DATASET EXCERPTS section start

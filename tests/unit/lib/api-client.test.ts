// The JSON client every client component uses: success bodies come back parsed, the API's error shape
// comes back as an ApiError with its code, message and fields, and a dead server is status 0. Runs
// against a real HTTP server on a free port (no stubbed fetch).
import { createServer, type Server } from "node:http";
import type { AddressInfo } from "node:net";
import { afterAll, beforeAll, describe, expect, it } from "vitest";
import { api, ApiError, asJson, isApiError, toApiError } from "@/lib/http/client";

let server: Server;
let base = "";
const seen: { method?: string; type?: string; body: string }[] = [];

beforeAll(async () => {
  server = createServer((req, res) => {
    let body = "";
    req.on("data", (c) => (body += c));
    req.on("end", () => {
      seen.push({ method: req.method, type: req.headers["content-type"], body });
      const send = (status: number, text: string, type = "application/json") => {
        res.writeHead(status, { "content-type": type });
        res.end(text);
      };
      if (req.url === "/ok") return send(200, JSON.stringify({ lab: { id: "l1" } }));
      if (req.url === "/echo") return send(201, body);
      if (req.url === "/invalid")
        return send(400, JSON.stringify({ error: { code: "bad_request", message: "Check the highlighted fields.", fields: { title: ["Required."] } } }));
      if (req.url === "/gateway") return send(502, "<html>Bad gateway</html>", "text/html");
      if (req.url === "/empty") return send(204, "");
      send(404, JSON.stringify({ error: { code: "not_found", message: "That lab was not found." } }));
    });
  });
  await new Promise<void>((r) => server.listen(0, "127.0.0.1", r));
  base = `http://127.0.0.1:${(server.address() as AddressInfo).port}`;
});

afterAll(async () => {
  await new Promise<void>((r) => server.close(() => r()));
});

describe("api()", () => {
  it("returns the parsed body of a 2xx", async () => {
    await expect(api<{ lab: { id: string } }>(`${base}/ok`)).resolves.toEqual({ lab: { id: "l1" } });
  });

  it("sends a body as JSON with the method given", async () => {
    await expect(api(`${base}/echo`, { method: "PATCH", body: { title: "Shunt" } })).resolves.toEqual({ title: "Shunt" });
    const last = seen.at(-1)!;
    expect(last.method).toBe("PATCH");
    expect(last.type).toBe("application/json");
  });

  it("throws the API's error with its code, message and field errors", async () => {
    const e = await api(`${base}/invalid`, { method: "POST", body: {} }).catch((x: unknown) => x);
    expect(isApiError(e)).toBe(true);
    const err = e as ApiError;
    expect(err.status).toBe(400);
    expect(err.code).toBe("bad_request");
    expect(err.message).toBe("Check the highlighted fields.");
    expect(err.fields).toEqual({ title: ["Required."] });
    expect(err.detail).toEqual({ code: "bad_request", message: "Check the highlighted fields.", fields: { title: ["Required."] } });
  });

  it("names the status when the answer is not the API's JSON", async () => {
    const err = (await api(`${base}/gateway`).catch((x: unknown) => x)) as ApiError;
    expect(err.status).toBe(502);
    expect(err.code).toBe("bad_response");
    expect(err.message).toBe("The request failed (HTTP 502).");
    expect(err.detail).toEqual({});
  });

  it("reads an empty success as null", async () => {
    await expect(api(`${base}/empty`, { method: "DELETE" })).resolves.toBeNull();
  });

  it("reports a server that does not answer as status 0", async () => {
    const closed = createServer();
    await new Promise<void>((r) => closed.listen(0, "127.0.0.1", r));
    const port = (closed.address() as AddressInfo).port;
    await new Promise<void>((r) => closed.close(() => r()));
    const err = (await api(`http://127.0.0.1:${port}/ok`).catch((x: unknown) => x)) as ApiError;
    expect(err.status).toBe(0);
    expect(err.code).toBe("network");
  });
});

describe("toApiError and asJson", () => {
  it("keeps the server's words apart from the fallback", () => {
    expect(toApiError(413, { error: { code: "payload_too_large", message: "The file is 12 MB; the limit is 10 MB." } }).detail.message).toBe("The file is 12 MB; the limit is 10 MB.");
    expect(toApiError(0, null).detail).toEqual({});
  });

  it("turns dates into the ISO strings the API sends", () => {
    const at = new Date("2026-12-02T05:00:00.000Z");
    expect(asJson({ submittedAt: at, band: [1, 2] as [number, number], gone: undefined })).toEqual({ submittedAt: "2026-12-02T05:00:00.000Z", band: [1, 2] });
  });
});
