import { json, route } from "@/lib/http/route";
import { attemptHistory } from "@/lib/labs/review";

// The attempt's grade history, oldest first, for its owner and the course staff (held grades: none for the student).
export const GET = route<{ attemptId: string }>(async (_req, { attemptId }) => json(await attemptHistory(attemptId)));
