describe("flow 1 with the keyboard alone", () => {
  it("a student signs in, opens the lab, types the readings, submits and reads the feedback with Tab, Shift+Tab, Enter and Space", async () => {
    const { context, page } = await newPage(browser);
    try {
      await page.goto("/signin");
      await page.getByLabel("E-mail").waitFor();
      await tabTo(page, "the e-mail field", (f) => f.tag === "input" && /E-mail/.test(f.label));
      await page.keyboard.type(demo.student);
      await tabTo(page, "the password field", (f) => f.tag === "input" && /Password/.test(f.label));
      await page.keyboard.type(demo.password);
      await page.keyboard.press("Enter");
      await page.waitForURL((url) => !url.pathname.startsWith("/signin"), { timeout: 20_000 });
      await page.getByRole("heading", { level: 1 }).waitFor();

      // home → the course → its labs → the lab
      await tabTo(page, "the course's link", (f) => f.tag === "a" && f.href === `/courses/${courseId}`);
      await page.keyboard.press("Enter");
      await page.waitForURL(`**/courses/${courseId}`);
      await tabTo(page, "the course's labs link", (f) => f.tag === "a" && f.href === `/courses/${courseId}/labs`);
      await page.keyboard.press("Enter");
      await page.waitForURL(`**/courses/${courseId}/labs`);
      await tabTo(page, "the lab's link", (f) => f.tag === "a" && f.href === `/labs/${keyboardLabId}`);
      await page.keyboard.press("Enter");
      await page.waitForURL(`**/labs/${keyboardLabId}`);
      expect(await page.getByRole("heading", { level: 1 }).textContent()).toBe(TITLE);
      await page.getByTestId("submission-form").waitFor();
      // the form registers its fields when it hydrates (the button is enabled then): type after that
      await expect.poll(() => page.getByRole("button", { name: "Submit for grading" }).isEnabled(), { timeout: 20_000 }).toBe(true);

      // the readings, typed into each field reached with Tab; Shift+Tab goes back to the first
      await tabTo(page, "the first reading", (f) => f.tag === "input" && /^1\. Current the meter shows/.test(f.label));
      await page.keyboard.type("10.42 mA");
      await tabTo(page, "the second reading", (f) => f.tag === "input" && /^2\. Burden voltage/.test(f.label));
      await page.keyboard.type("0.1042 V");
      await tabTo(page, "the first reading again", (f) => f.tag === "input" && /^1\. Current the meter shows/.test(f.label), "Shift+Tab");
      expect(await page.getByLabel("1. Current the meter shows").inputValue()).toBe("10.42 mA");
      await expect.poll(() => page.getByTestId("echo-readings.q1").textContent()).toMatch(/^✓ Read as/);

      // submit with Space on the button, then read the feedback
      await tabTo(page, "the submit button", (f) => f.tag === "button" && /Submit for grading/.test(f.text));
      await page.keyboard.press("Space");
      await page.waitForURL(/\/attempts\/[0-9a-f-]{36}$/, { timeout: 30_000 });
      const score = page.getByTestId("score-value");
      await score.waitFor({ timeout: 20_000 });
      // 10.42 mA and 0.1042 V are within 1 % of 10.4167 mA and 0.10417 V (Ohm's law by hand, above)
      expect((await score.textContent())?.replace(/\s+/g, " ")).toBe("4 of 4 points");
      const results = page.getByTestId("result");
      expect(await results.count()).toBe(2);
      for (let k = 0; k < 2; k++) expect(await results.nth(k).getAttribute("data-verdict")).toBe("correct");
      // the feedback's own controls are reachable too: the review request's box takes the focus, visibly
      await tabTo(page, "the review request box", (f) => f.tag === "textarea");
      const list = await apiJson(context, "GET", `/api/labs/${keyboardLabId}/attempts`);
      expect(list.body.attempts).toHaveLength(1);

      // and signs out from the header: back to the sign-in page, and the session is gone
      await tabTo(page, "the sign-out button", (f) => f.tag === "button" && f.text === "Sign out", "Shift+Tab");
      await page.keyboard.press("Enter");
      await page.waitForURL((url) => url.pathname === "/signin", { timeout: 20_000 });
      await page.goto("/");
      expect(new URL(page.url()).pathname).toBe("/signin");
    } finally {
      await context.close();
    }
  });
});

DATASET EXCERPTS section end

Please, from the material above, copy only the lines from the line with "labs → the lab" up to and including the line with "type after that", exactly as written.

      // home → the course → its labs → the lab
      await tabTo(page, "the course's link", (f) => f.tag === "a" && f.href === `/courses/${courseId}`);
      await page.keyboard.press("Enter");
      await page.waitForURL(`**/courses/${courseId}`);
      await tabTo(page, "the course's labs link", (f) => f.tag === "a" && f.href === `/courses/${courseId}/labs`);
      await page.keyboard.press("Enter");
      await page.waitForURL(`**/courses/${courseId}/labs`);
      await tabTo(page, "the lab's link", (f) => f.tag === "a" && f.href === `/labs/${keyboardLabId}`);
      await page.keyboard.press("Enter");
      await page.waitForURL(`**/labs/${keyboardLabId}`);
      expect(await page.getByRole("heading", { level: 1 }).textContent()).toBe(TITLE);
      await page.getByTestId("submission-form").waitFor();
      // the form registers its fields when it hydrates (the button is enabled then): type after that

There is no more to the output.